MY QUICK AND DIRTY EXPLANATION OF HOW MRI'S SHOW LESIONS IN MS


MS does it's damage by causing the nerves in localized areas in the brain and spinal cord to lose their protective sheaths, called myelin.  At first, when the myelin is being attacked, the body brings a higher blood supply to the area to fight the attack and the area becomes inflamed.  These areas now become "lesions."  At this point, when they are inflamed and blood engorged,  they are called "active lesions."   At first the nerves, themselves,  haven't changed much and they appear (and have the same density) as the healthy areas around them.  After some time, probably weeks to months, the body CAN repair the damage and remyelinate the nerve.  This repaired nerve still won't be as good as new, but the lesion "looks" like normal brain.  Sometimes later an old scarred lesion will "reactivate" and the adjacent areas will inflame and have increased blood flow as the renewed demyelination takes place.

If the nerves do not remyelinate and the damage continues, for a long time the lesions sit as scars.  These scarred areas have damaged and dying cells in them, the blood supply shrinks, and the areas are not very dense  - not as dense as the normal brain around them.  These are the classic MS plaques and are considered old lesions.

If the attack on the myelin sheath is too strong for the immune system to repair, more and more myelin disappears and the area of nerves eventually dies.  Then it contracts and scars.  The blood flow is decreased to that area and the area becomes "less dense" then the surrounding normal nerve tissue.  After a longer time - probably years - the scar can reabsorb and the area becomes "empty."  It's called a black hole.

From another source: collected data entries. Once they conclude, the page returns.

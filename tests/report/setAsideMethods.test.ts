/**
 * Spans of breaths a reviewer set aside are named in the report's methods with their reasons, apart from the count of
 * breaths the automatic screens set aside. Input: the INVENTED demo case "normal-adult" (synthetic preset, fixed seed).
 */
import { describe, expect, it } from "vitest";
import { analyse } from "../../lib/analysis";
import { buildReportModel } from "../../lib/report/buildReportModel";
import { demoLabel, demoRecord } from "./demoRecord";

describe("report methods with a span set aside by review", () => {
  it("names the span and its reason; the gas values of every breath in it are gone from the analysis", async () => {
    const record = await demoRecord("normal-adult");
    const plain = analyse(record);
    const ex = plain.conditioned.exercise!;
    const span = { startS: ex.startS + 120, endS: ex.startS + 150, reason: "cough run, by Dr Invented" };
    const result = analyse(record, { conditioning: { setAside: [span] } });
    const inSpan = record.table.rows.filter((r) => r.timeS >= span.startS && r.timeS <= span.endS).length;
    expect(inSpan).toBeGreaterThan(5);
    // the rows stay (heart rate and load are kept); their gas values are gone
    const kept = result.conditioned.clean.filter((r) => r.timeS >= span.startS && r.timeS <= span.endS);
    expect(kept).toHaveLength(inSpan);
    expect(kept.every((r) => r.vo2MlMin === undefined && r.hrBpm !== undefined)).toBe(true);
    expect(result.conditioned.removed.filter((r) => r.reason.startsWith("set aside by review"))).toHaveLength(inSpan);
    const model = buildReportModel(result, record, demoLabel("normal-adult"), { status: "draft", sections: [] });
    const line = model.methods.find((m) => m.startsWith("Set aside by review before analysis:"));
    expect(line).toMatch(
      /^Set aside by review before analysis: gas and ventilation values, \d+:\d\d–\d+:\d\d \(cough run, by Dr Invented\)\.$/,
    );
    // the automatic count is what the screens removed, without the reviewer's breaths
    const automatic = result.conditioned.removed.length - inSpan;
    const autoLine = model.methods.find((m) => m.endsWith("breath values were set aside as artefacts before analysis."));
    expect(autoLine).toBe(automatic > 0 ? `${automatic} breath values were set aside as artefacts before analysis.` : undefined);
  });

  it("a reviewer's word that VO2 was checked is a fixed line of the methods", async () => {
    const record = await demoRecord("normal-adult");
    // INVENTED leak: every gas volume × 0.4, so ΔVO2/ΔWR falls below 4.8 mL/min/W by construction
    const rows = record.table.rows.map((r) => ({
      ...r,
      ...(r.vo2MlMin !== undefined ? { vo2MlMin: r.vo2MlMin * 0.4 } : {}),
      ...(r.vco2MlMin !== undefined ? { vco2MlMin: r.vco2MlMin * 0.4 } : {}),
      ...(r.veLMin !== undefined ? { veLMin: r.veLMin * 0.4 } : {}),
    }));
    const leak = { ...record, table: { ...record.table, rows } };
    const doubted = buildReportModel(analyse(leak), leak, "x", { status: "draft", sections: [] });
    expect(doubted.methods.some((m) => m.startsWith("VO2-based values were read at a reviewer's word"))).toBe(false);
    const result = analyse(leak, { vo2Checked: { reason: "checked gas calibration, by Dr Invented" } });
    const model = buildReportModel(result, leak, "x", { status: "draft", sections: [] });
    // the key-value rows computed from VO2 say it where the reader looks first
    const peakRow = model.keyValues.find((r) => r.label.startsWith("Peak VO2"))!;
    expect(peakRow.note).toContain("read at a reviewer's word, see methods");
    expect(model.methods).toContain(
      `VO2-based values were read at a reviewer's word, although ΔVO2/ΔWR was ${result.indices.dVo2dWr.whole.slope.value!.toFixed(1)} mL/min/W, below 4.8: checked gas calibration, by Dr Invented.`,
    );
  });
});
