import { describe, expect, it } from "vitest";
import { analyse, buildRecord } from "../../lib/analysis";
import { buildReportModel } from "../../lib/report/buildReportModel";
import { initialDraftSections } from "../../lib/report/initialDraftSections";
import { CLINICAL_CAUTION } from "../../lib/report/caution";
import { plainRampCsv } from "../../e2e/fixtures/plain-ramp.csv";

async function rampRecord() {
  const bytes = new TextEncoder().encode(plainRampCsv());
  const built = await buildRecord({
    bytes,
    fileName: "plain-ramp.csv",
    patient: { sex: "male", ageY: 50, heightCm: 175, weightKg: 80 },
    ergometer: "cycle",
  });
  return built.record!;
}

describe("buildReportModel", () => {
  it("maps today's analysis result into display rows with sources and neutral draft text", async () => {
    const record = await rampRecord();
    const result = analyse(record);
    const sections = initialDraftSections(result);
    const model = buildReportModel(result, record, "Synthetic ramp", { status: "draft", sections });
    // Known by construction (e2e/fixtures/plain-ramp.csv.ts): highest 30-s average 2500 mL/min;
    // 2500 / 80 kg = 31.25 → "31.3" at one decimal; recording 0-660 s = 11:00.
    expect(model.keyValues.map((r) => [r.label, r.value, r.unit])).toEqual([
      ["Peak VO2", "2500", "mL/min"],
      ["Peak VO2 per kg", "31.3", "mL/kg/min"],
      ["Recording duration", "11:00", "min:s"],
    ]);
    expect(model.keyValues[0].method).toBe("highest 30-s rolling average");
    expect(model.sources.map((s) => s.id)).toEqual(["peak-rolling-average", "common-practice"]);
    expect(model.caution).toBe(CLINICAL_CAUTION);
    expect(model.status).toBe("draft");
    expect(model.signedBy).toBeUndefined();
    expect(model.patientLine).toBe("male, 50 y, 175 cm, 80.0 kg");
    expect(model.charts.map((c) => c.id)).toContain("time-course");
    expect(sections[0].paragraphs[0]).toBe("Peak VO2 was 2500 mL/min (highest 30-s rolling average), 31.3 mL/kg/min.");
  });

  it("shows the signer only for a signed report and never drops an unknown source id", async () => {
    const record = await rampRecord();
    const result = analyse(record);
    const signed = buildReportModel(result, record, "x", {
      status: "signed",
      sections: [],
      signedBy: "Dr A Example",
      signedAt: "2026-12-01T10:00:00.000Z",
    });
    expect(signed).toMatchObject({ status: "signed", signedBy: "Dr A Example", signedAt: "2026-12-01T10:00:00.000Z" });
    const sparse = buildReportModel(result, record, "x", { status: "draft", sections: [] }, { sources: {} });
    expect(sparse.sources[0]).toMatchObject({ id: "peak-rolling-average", status: "recalled" });
    expect(sparse.sources[0].citation).toMatch(/not in the registry/);
  });
});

When you image these lesions with an MRI you can see different things, depending on the technique, the age (stage) of the lesion, the power of the MRI, and whether contrast is used.

The first image is done without contrast.  This technique will show old lesions that are big enough to be seen by the power of that MRI machine.  WE KNOW that many lesions in MS are too small to be seen.  If the newer, more powerful MRI with a 3 Tesla magnet is used many more lesions will be seen (by at least 25%) than on the older 1.5 Tesla machines.  The classic old, mature MS lesion is a little bit oval, will have well-defined borders and will be in the white matter.  Characteristic places are subcortical, peri-ventricular and in the corpus callosum.  The classic MS lesion will also have it's long axis perpendicular to the ventricles of the brain.  Also, important and very symptomatic lesions are found in the brainstem, the cervical and the thoracic spine.  The spinal cord ends at the bottom of the thoracic spine, so there is no such thing as a lumbar spinal cord lesion in the normal spine.

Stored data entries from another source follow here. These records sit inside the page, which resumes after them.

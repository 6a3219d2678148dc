/**
 * Spans of breaths a reviewer set aside are named in the report's methods with their reasons, apart from the count of
 * breaths the automatic screens set aside. Input: the INVENTED demo case "normal-adult" (synthetic preset, fixed seed).
 */
import { describe, expect, it } from "vitest";
import { analyse } from "../../lib/analysis";
import { buildReportModel } from "../../lib/report/buildReportModel";
import { demoLabel, demoRecord } from "./demoRecord";

describe("report methods with a span set aside by review", () => {
  it("names the span and its reason; every breath in it is gone from the analysis", async () => {
    const record = await demoRecord("normal-adult");
    const plain = analyse(record);
    const ex = plain.conditioned.exercise!;
    const span = { startS: ex.startS + 120, endS: ex.startS + 150, reason: "cough run, by Dr Invented" };
    const result = analyse(record, { conditioning: { setAside: [span] } });
    const inSpan = record.table.rows.filter((r) => r.timeS >= span.startS && r.timeS <= span.endS).length;
    expect(inSpan).toBeGreaterThan(5);
    expect(result.conditioned.clean.some((r) => r.timeS >= span.startS && r.timeS <= span.endS)).toBe(false);
    expect(result.conditioned.removed.filter((r) => r.reason.startsWith("set aside by review"))).toHaveLength(inSpan);
    const model = buildReportModel(result, record, demoLabel("normal-adult"), { status: "draft", sections: [] });
    const line = model.methods.find((m) => m.startsWith("Set aside by review before analysis:"));
    expect(line).toMatch(/^Set aside by review before analysis: \d+:\d\d–\d+:\d\d \(cough run, by Dr Invented\)\.$/);
    // the automatic count is what the screens removed, without the reviewer's breaths
    const automatic = result.conditioned.removed.length - inSpan;
    const autoLine = model.methods.find((m) => m.endsWith("breath values were set aside as artefacts before analysis."));
    expect(autoLine).toBe(automatic > 0 ? `${automatic} breath values were set aside as artefacts before analysis.` : undefined);
  });
});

The  scarred lesions will show up as light, bright areas.  These are the classic, MS lesions or "plaques."   But, with just the regular MRI one can NOT say if it is old and dormant or if it has active inflammation in it.

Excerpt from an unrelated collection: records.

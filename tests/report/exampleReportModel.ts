import type { ReportModel } from "../../lib/report/reportModel";
import { CLINICAL_CAUTION, DRAFT_CAUTION } from "../../lib/report/caution";
import { timeCourseChart } from "../../lib/report/charts/timeCourseChart";
import { vSlopeChart } from "../../lib/report/charts/vSlopeChart";

/**
 * INVENTED example report (not patient data, not a published case): a small, fixed model with
 * round numbers, used to test the PDF writer and the page. Series are synthetic straight lines.
 */
export function exampleReportModel(overrides: Partial<ReportModel> = {}): ReportModel {
  const timeS = Array.from({ length: 121 }, (_, i) => i * 5); // 0-600 s every 5 s
  const vo2 = timeS.map((t) => 400 + 3 * t); // invented: 400 → 2200 mL/min
  const vco2 = vo2.map((v) => (v < 1400 ? 0.9 * v : 1260 + 1.3 * (v - 1400))); // invented kink at 1400
  const hr = timeS.map((t) => 70 + t / 6);
  return {
    title: "Exercise test report - Example case (invented)",
    patientLine: "male, 45 y, 178 cm, 78 kg (invented)",
    testLine: "cycle ergometer, ramp 25 W/min, duration 10:00 min:s",
    referral: "General / unexplained breathlessness",
    engineVersion: "0.0.0-example",
    status: "draft",
    caution: CLINICAL_CAUTION,
    draftMark: DRAFT_CAUTION,
    keyValues: [
      {
        label: "Peak VO₂",
        value: "2200",
        unit: "mL/min",
        predicted: "2750",
        pctPredicted: "80",
        lln: "2100",
        method: "highest 30-s rolling average",
        sourceIds: ["peak-rolling-average"],
      },
      {
        label: "Peak HR",
        value: "170",
        unit: "beats/min",
        method: "highest 30-s rolling average",
        sourceIds: ["common-practice"],
      },
    ],
    thresholds: [
      { label: "VT1 (VO₂)", value: "1400", unit: "mL/min", method: "V-slope, ≥ 2 segments", sourceIds: ["beaver-1986"] },
    ],
    charts: [
      timeCourseChart({ timeS, vo2MlMin: vo2, vco2MlMin: vco2, hrBpm: hr, vt1TimeS: 333.3 }),
      vSlopeChart({ vo2MlMin: vo2, vco2MlMin: vco2, vt1Vo2MlMin: 1400 }),
    ],
    sections: [
      {
        id: "summary",
        title: "Summary",
        paragraphs: ["Peak VO2 was 2200 mL/min (highest 30-s average). Invented example text."],
      },
      { id: "comment", title: "Comment", paragraphs: ["Δ between tests: none (invented)."] },
    ],
    path: [
      {
        step: 1,
        variable: "Peak VO2 % predicted",
        value: "80",
        cutoff: "≥ 80 %",
        outcome: "within expected range",
        sourceIds: ["common-practice"],
      },
    ],
    schemes: [
      {
        name: "Example scheme (invented)",
        category: "A",
        severity: 0,
        inputs: ["peak VO2 28.2 mL/kg/min"],
        sourceIds: ["common-practice"],
      },
    ],
    issues: [{ severity: "warning", code: "example-warning", message: "Example warning (invented)." }],
    sources: [
      {
        id: "peak-rolling-average",
        citation: "Highest 20-30 s average of VO2 as peak VO2 (common practice)",
        status: "common-practice",
      },
      { id: "common-practice", citation: "Common practice in clinical exercise testing", status: "common-practice" },
      { id: "beaver-1986", citation: "Beaver WL, Wasserman K, Whipp BJ. J Appl Physiol 1986;60:2020-2027", status: "confirmed" },
    ],
    methods: ["Peak values: highest 30-s rolling average."],
    ...overrides,
  };
}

Now the very old, scarred ones that have been reabsorbed will show up as a black (empty) space or black hole.  If there are many of these empty areas the brain will contract around them eventually and show up as a loss of brain volume.  This is also know as brain atrophy.  This is particularly seen in the progressive types of MS.

However, a newly active MS lesion may not show up on a regular MRI because the area of nerves, though inflamed, is still pretty much intact and has normal brain density.  On the MRI it will look like normal brain.  Without contrast it won't show up and will be missed.

When the next phase of MRI is done the contrast is in the blood vessels.  So the large blood vessels show up, too.   Anywhere the blood vessels are more dilated than usual,  bringing more blood to the area, as in inlfammation, the areas will "highlight"  or "enhance."  They show up as even brighter than the brain around them and brighter than an old, scarred lesion.  So new lesions will show up as enhancing, or active.  Also, older lesions, that have undergone new attack right around them will show an enhancing rim or ring.  When you compare the regular MRI to the Contrast MRI you can see this reactivated, old lesion.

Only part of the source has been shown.